Start of Block
#!/usr/bin/env python3
"""Write the fluid catalogue TOML files in crates/fluids/data/.

This script records, value by value, where each number in the catalogue
comes from. It pulls values from:

* the handbook compilation of critical constants, copied with its header to
  crates/fluids/data/reference/critical_constants_compilation.csv;
* the `chemicals` Python library (version pinned below), whose tables each
  come from a published source; every value is cited by that published
  source plus "(as tabulated in the chemicals Python library 1.5.2)";
* the NIST Chemistry WebBook SRD 69 tables in crates/fluids/data/reference/;
* a few values recalled from reference-equation papers, marked `from memory`
  in their source text.

Triple-point pressures: a tabulated value where there is one (Staveley 1981,
the NIST WebBook, or the lowest row of a VDI Heat Atlas saturation table when
that row is at the triple point); else DERIVED from the first published
vapor-pressure correlation (in make_reference_points.py's order of preference)
whose listed range covers the triple-point temperature, or misses it by at
most PSAT_EXTRAPOLATION_MAX_K (the source text then says by how much),
evaluated at that temperature. A value with no source is left out, and the
fluid's entry gets a comment naming the sources searched (see gap_comment).
The library's 'HEOS' constants table (computed with thermophysical-property
software from reference equations of state) is not used as a source.

Run from the repository root:

    pip install chemicals==1.5.2 numpy
    python3 tools/catalogue/build_catalogue.py
    python3 tools/catalogue/check_data.py

The TOML files it writes are the catalogue; if you edit a value by hand,
make the same change here so that the two do not drift apart.
"""

from __future__ import annotations

import csv
import math
import sys
import textwrap
from pathlib import Path

import chemicals
from chemicals import critical, acentric, phase_change, triple, heat_capacity
from chemicals.identifiers import search_chemical

sys.dont_write_bytecode = True  # keep tools/catalogue free of __pycache__
sys.path.insert(0, str(Path(__file__).resolve().parent))
import fit_ideal_gas_cp  # noqa: E402
import make_reference_points as refpoints  # noqa: E402

CHEMICALS_VERSION = "1.5.2"
if chemicals.__version__ != CHEMICALS_VERSION:
    raise SystemExit(f"need chemicals=={CHEMICALS_VERSION}, found {chemicals.__version__}")

REPO = Path(__file__).resolve().parents[2]
DATA_DIR = REPO / "crates" / "fluids" / "data"
COMPILATION = DATA_DIR / "reference" / "critical_constants_compilation.csv"
R = 8.31446261815324  # J/(mol K), CODATA 2018 (exact: N_A k)

LIB = f"as tabulated in the chemicals Python library {CHEMICALS_VERSION}"
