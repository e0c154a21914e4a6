//! Units layer of the `binodal` command line.
//!
//! Field engineers type readings with units (`25C`, `8.2barg`, `120psia`, `350m`). This module
//! turns that text into SI values, keeps gauge and absolute pressure apart, converts gauge readings
//! to absolute with a stated ambient pressure (given, or from the ISO 2533 standard atmosphere at
//! an altitude), and formats SI results in the user's chosen unit system.
//!
//! Conventions:
//! - Internally every value is SI: kelvin, pascal (absolute), J/kg, J/(kg K), kg/m3, metres.
//! - Units are case-insensitive and may be separated from the number by spaces (`25 C`, `8.2 bar (g)`).
//!   Because of that `mpa` means megapascal; millipascal is not a field unit and is not accepted.
//! - A bare `bar`, `mbar`, `psi`, `Pa`, `kPa` or `MPa` is ABSOLUTE. Gauge readings must say so:
//!   `barg`, `psig`, `kPag`, `MPag`, or the `(g)` suffix (`bar(g)`). A vacuum reading is a negative
//!   gauge reading (`-0.3barg`). `atm`, `mmHg` and `inHg` are absolute (barometric) only.
//! - Numbers use a decimal point; commas are rejected rather than guessed at.

use std::fmt;
use std::str::FromStr;

// ---------------------------------------------------------------------------------------------
// Conversion constants (exact definitions unless stated otherwise).
// ---------------------------------------------------------------------------------------------

/// Standard acceleration of gravity g_n, m/s^2. Exact by definition (NIST SP 811, 2008, B.9; ISO 80000-3).
pub const STANDARD_GRAVITY: f64 = 9.806_65;
/// International avoirdupois pound, kg. Exact (NIST SP 811, 2008, B.9).
pub const POUND_KG: f64 = 0.453_592_37;
/// International inch, m. Exact (NIST SP 811, 2008, B.9).
pub const INCH_M: f64 = 0.0254;
/// International foot, m. Exact (NIST SP 811, 2008, B.9).
pub const FOOT_M: f64 = 0.3048;
/// Pound-force per square inch, Pa: lb * g_n / in^2 = 6894.757293168361 Pa.
/// Derived from the exact pound, g_n and inch (NIST SP 811, 2008, B.9 lists 6.894 757 E+03).
pub const PSI_PA: f64 = POUND_KG * STANDARD_GRAVITY / (INCH_M * INCH_M);
/// Bar, Pa. Exact (ISO 80000-4; NIST SP 811, 2008, B.9).
pub const BAR_PA: f64 = 1.0e5;
/// Millibar, Pa. Exact (ISO 80000-4 bar with the SI prefix milli, ISO 80000-1).
pub const MBAR_PA: f64 = 100.0;
/// Standard atmosphere, Pa. Exact (NIST SP 811, 2008, B.9; ISO 2533:1975 sea-level pressure).
pub const ATM_PA: f64 = 101_325.0;
/// Conventional millimetre of mercury, Pa: 13 595.1 kg/m3 * g_n * 0.001 m = 133.322387415 Pa.
/// The 13 595.1 kg/m3 mercury density is the conventional value (NIST SP 811, 2008, B.9 lists
/// 1.333 224 E+02).
pub const MMHG_PA: f64 = 133.322_387_415;
/// Conventional inch of mercury, Pa: 25.4 conventional mmHg = 3386.388640341 Pa. NIST SP 811
/// (2008, B.9) lists this rounded to 3.386 389 E+03; the unrounded definition is kept here so that
/// 1 inHg is exactly 25.4 mmHg.
pub const INHG_PA: f64 = MMHG_PA * 25.4;
/// International Table British thermal unit, J: 2326 J/kg * 1 lb = 1055.05585262 J. Exact
/// (NIST SP 811, 2008, B.9: Btu_IT/lb = 2.326 E+03 J/kg exactly; IT calorie 4.1868 J, ISO 80000-5).
pub const BTU_IT_J: f64 = 1_055.055_852_62;
/// Kelvin value of 0 °C. Exact (ISO 80000-5: T/K = t/°C + 273.15).
pub const CELSIUS_ZERO_K: f64 = 273.15;
/// Rankine value of 0 °F. Exact (NIST SP 811, 2008, B.9: t/°F = T/K * 1.8 - 459.67).
pub const FAHRENHEIT_ZERO_R: f64 = 459.67;
/// Kelvin per rankine (and per Fahrenheit degree of difference). Exact (NIST SP 811, 2008, B.9).
pub const KELVIN_PER_RANKINE: f64 = 5.0 / 9.0;

/// Btu_IT/lb in J/kg (= 2326 exactly, NIST SP 811, 2008, B.9).
const BTU_PER_LB_IN_J_PER_KG: f64 = BTU_IT_J / POUND_KG;
/// Btu_IT/(lb °F) in J/(kg K) (= 4186.8 exactly, NIST SP 811, 2008, B.9).
const BTU_PER_LB_F_IN_J_PER_KG_K: f64 = BTU_IT_J / (POUND_KG * KELVIN_PER_RANKINE);
/// lb/ft3 in kg/m3 (NIST SP 811, 2008, B.9 lists 1.601 846 E+01); derived from the exact lb and ft.
const LB_PER_FT3_IN_KG_PER_M3: f64 = POUND_KG / (FOOT_M * FOOT_M * FOOT_M);
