#[test]
fn one_fluid_shows_constants_class_caution_and_recorded_accuracy() {
    let answer = run(&["fluid", "R-290", "--output", "json"]).json();
    assert_eq!(answer["fluid"], "propane");
    assert_eq!(answer["ashrae_number"], "R-290");
    assert_eq!(answer["kind"], "pure");
    assert!(answer["blend_components"].is_null(), "{answer}");
    // CAS Registry Number of propane (NIST Chemistry WebBook, propane).
    assert_eq!(answer["cas_number"], "74-98-6");
    // ASHRAE Standard 34: R-290 is A3 (catalogue entry marked `from memory`).
    assert_eq!(answer["safety_class"], "A3");
    // Molar mass of C3H8 from the IUPAC 2005 standard atomic weights, C 12.0107 and H 1.00794
    // g/mol (the basis the catalogue states).
    assert_close(
        number(&answer, "molar_mass_kg_per_mol"),
        (3.0 * 12.0107 + 8.0 * 1.00794) / 1000.0,
        1e-12,
        "molar mass of propane, kg/mol",
        "IUPAC 2005 standard atomic weights",
    );
    // Critical point 369.89 K and 4.2512 MPa: Lemmon, McLinden, Wagner, J. Chem. Eng. Data 54
    // (2009) 3141 (as recorded in the catalogue, marked there `from memory`).
    assert_close(
        number(&answer, "critical_temperature_k"),
        369.89,
        1e-9,
        "critical temperature of propane, K",
        "Lemmon, McLinden, Wagner 2009",
    );
    assert_close(
        number(&answer, "critical_pressure_pa"),
        4.2512e6,
        1e-6,
        "critical pressure of propane, Pa",
        "Lemmon, McLinden, Wagner 2009",
    );
    // Triple point 85.468 K: Staveley, Lobo, Calado, Cryogenics 21 (1981) 131 (ITS-90).
    assert_close(
        number(&answer, "triple_point_temperature_k"),
        85.468,
        1e-9,
        "triple-point temperature of propane, K",
        "Staveley, Lobo, Calado 1981",
    );
    // Normal boiling point 231.04 K: CRC Handbook of Chemistry and Physics, 95th ed.
    assert_close(
        number(&answer, "normal_boiling_point_k"),
        231.04,
        1e-9,
        "normal boiling point of propane, K",
        "CRC Handbook, 95th ed.",
    );
    // Acentric factor 0.152: Yaws, Thermophysical Properties of Chemicals and Hydrocarbons,
    // 2nd ed. (2014).
    assert_close(
        number(&answer, "acentric_factor"),
        0.152,
        1e-12,
        "acentric factor of propane",
        "Yaws 2014",
    );
    let sources = answer["sources"].to_string();
    for (key, source) in [
        ("critical_temperature_k", "Lemmon"),
        ("triple_point_temperature_k", "Staveley"),
        ("safety_class", "ASHRAE Standard 34"),
    ] {
        assert!(
            sources.contains(&format!("{key}: ")) && sources.contains(source),
            "sources lack {key} ({source}): {sources}"
        );
    }

    // The caution: ASHRAE 34 class 3 is "higher flammability" (ASHRAE Standard 34 flammability
    // classes), followed by the catalogue's own hazards.
    let caution = answer["caution"]
        .as_str()
        .expect("a caution for an A3 fluid");
    assert!(caution.contains("higher flammability"), "{caution}");
    assert!(caution.contains("A3"), "{caution}");
    let hazards = answer["catalogue_caution"].as_str().expect("hazards");
    assert!(hazards.contains("flammable"), "{hazards}");

    // The recorded accuracy: one entry per model, each checked against the NIST Chemistry
    // WebBook propane saturation table (crates/fluids/data/reference/propane_saturation.csv,
    // stated source: the WebBook's tab-delimited export, retrieved 2014-09-30), over all of its
    // rows (100 K to 350 K, below 0.99 Tc).
    let table = reference_rows("propane_saturation.csv");
    let models = answer["models"].as_array().expect("models");
    let names: BTreeSet<&str> = models
        .iter()
        .map(|m| m["model"].as_str().expect("model"))
        .collect();
    assert_eq!(
        names,
        BTreeSet::from([
            "van-der-waals",
            "redlich-kwong",
            "soave-redlich-kwong",
            "peng-robinson-1976",
            "peng-robinson-1978",
        ])
    );
    for model in models {
        let deviation = &model["recorded_deviation"];
        assert!(
            deviation["reference"]
                .as_str()
                .is_some_and(|r| r.contains("propane_saturation.csv")),
            "{model}"
        );
        assert_eq!(deviation["checked_points"], table.len(), "{model}");
        assert_close(
            number(deviation, "checked_from_k"),
            table[0][0],
            1e-9,
            "first checked temperature, K",
            "propane_saturation.csv, first row",
        );
        assert_close(
            number(deviation, "checked_to_k"),
            table[table.len() - 1][0],
            1e-9,
            "last checked temperature, K",
            "propane_saturation.csv, last row",
        );
        for key in [
            "saturation_pressure_mean_percent",
            "saturation_pressure_max_percent",
            "enthalpy_of_vaporization_mean_percent",
            "enthalpy_of_vaporization_max_percent",
        ] {
            assert!(number(deviation, key) >= 0.0, "{key} in {model}");
        }
    }
    let default_model = models
        .iter()
        .find(|m| m["model"] == "peng-robinson-1978")
        .expect("the server's default model");
    let recorded = &default_model["recorded_deviation"];

    // A saturation answer carries the same record as its basis, and the record holds: the
    // WebBook row at 280 K (propane_saturation.csv: 0.58173 MPa, h_vap - h_liq = 582.60 - 217.38
    // = 365.22 kJ/kg) is met within the recorded largest deviations plus the table's rounding
    // (half of the pressure's last digit, 0.000005 MPa; h_vap and h_liq are each given to
    // 0.01 kJ/kg, so their difference to +-0.01 kJ/kg).
    let saturation = run(&["saturation", "R-290", "--at", "280K", "--output", "json"]).json();
    assert_eq!(saturation["basis"]["model"], "peng-robinson-1978");
    assert_eq!(&saturation["basis"]["recorded_deviation"], recorded);
    let row = table
        .iter()
        .find(|row| row[0] == 280.0)
        .expect("the 280 K row");
    let (published_pa, published_hvap) = (row[1] * 1.0e6, row[6] * 1.0e3);
    assert_close(
        number(&saturation, "saturation_pressure_pa"),
        published_pa,
        published_pa * number(recorded, "saturation_pressure_max_percent") / 100.0 + 5.0,
        "propane saturation pressure at 280 K, Pa",
        "NIST Chemistry WebBook propane table (propane_saturation.csv, 280 K)",
    );
    assert_close(
        number(&saturation, "latent_heat_j_per_kg"),
        published_hvap,
        published_hvap * number(recorded, "enthalpy_of_vaporization_max_percent") / 100.0 + 10.0,
        "propane enthalpy of vaporization at 280 K, J/kg",
        "NIST Chemistry WebBook propane table (propane_saturation.csv, 280 K)",
    );

    // A fluid checked only at its normal boiling point says so, with no NaN figures.
    let text = run(&["fluid", "R-1234yf"]);
    let text = text.ok();
    assert!(!text.contains("NaN"), "{text}");
    assert!(
        text.contains(
            "Peng-Robinson (1978 alpha): saturation pressure and enthalpy of vaporization not \
             checked; normal boiling point"
        ),
        "{text}"
    );

    // The readable form shows the same: constants in metric units, the class, each model's
    // recorded deviation and the caution line.
    let text = run(&["fluid", "R-290"]);
    let text = text.ok();
    let line = |label: &str| {
        text.lines()
            .find(|line| line.starts_with(label))
            .unwrap_or_else(|| panic!("no `{label}` line:\n{text}"))
    };
    assert!(line("safety class (ASHRAE 34)").ends_with(" A3"), "{text}");
    // 369.89 K - 273.15 K = 96.74 °C (ISO 80000-5); 4.2512 MPa = 42.512 bar (NIST SP 811 B.9).
    assert!(
        line("critical temperature").ends_with(" 96.74 °C"),
        "{text}"
    );
    assert!(
        line("critical pressure").ends_with(" 42.5120 bar (abs)"),
        "{text}"
    );
    assert!(text.contains("models and recorded deviation:"), "{text}");
    let accuracy = format!(
        "  Peng-Robinson (1978 alpha): saturation pressure mean {:.2} %, max {:.2} %",
        number(recorded, "saturation_pressure_mean_percent"),
        number(recorded, "saturation_pressure_max_percent")
    );
    assert!(
        text.lines().any(|line| line.starts_with(&accuracy)),
        "no `{accuracy}` line:\n{text}"
    );
    assert_eq!(line("caution: "), format!("caution: {caution}"));
    assert!(text.contains("Results are advisory"), "{text}");

    // R-717 ammonia is B2L (ASHRAE Standard 34, catalogue entry marked `from memory`): higher
    // toxicity and lower flammability. R-134a is A1: no caution without a pressure.
    let ammonia = run(&["fluid", "R-717", "--output", "json"]).json();
    assert_eq!(ammonia["safety_class"], "B2L");
    let caution = ammonia["caution"].as_str().expect("a caution for B2L");
    assert!(
        caution.contains("higher toxicity and lower flammability"),
        "{caution}"
    );
    let r134a = run(&["fluid", "R-134a", "--output", "json"]).json();
    assert_eq!(r134a["safety_class"], "A1");
    assert!(r134a["caution"].is_null(), "{r134a}");
}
End of Block
Which lines in the data hold the string "mercury"? Copy each of them.

* COMPLETED TASK
/// Conventional millimetre of mercury, Pa: 13 595.1 kg/m3 * g_n * 0.001 m = 133.322387415 Pa.
/// The 13 595.1 kg/m3 mercury density is the conventional value (NIST SP 811, 2008, B.9 lists
/// Conventional inch of mercury, Pa: 25.4 conventional mmHg = 3386.388640341 Pa. NIST SP 811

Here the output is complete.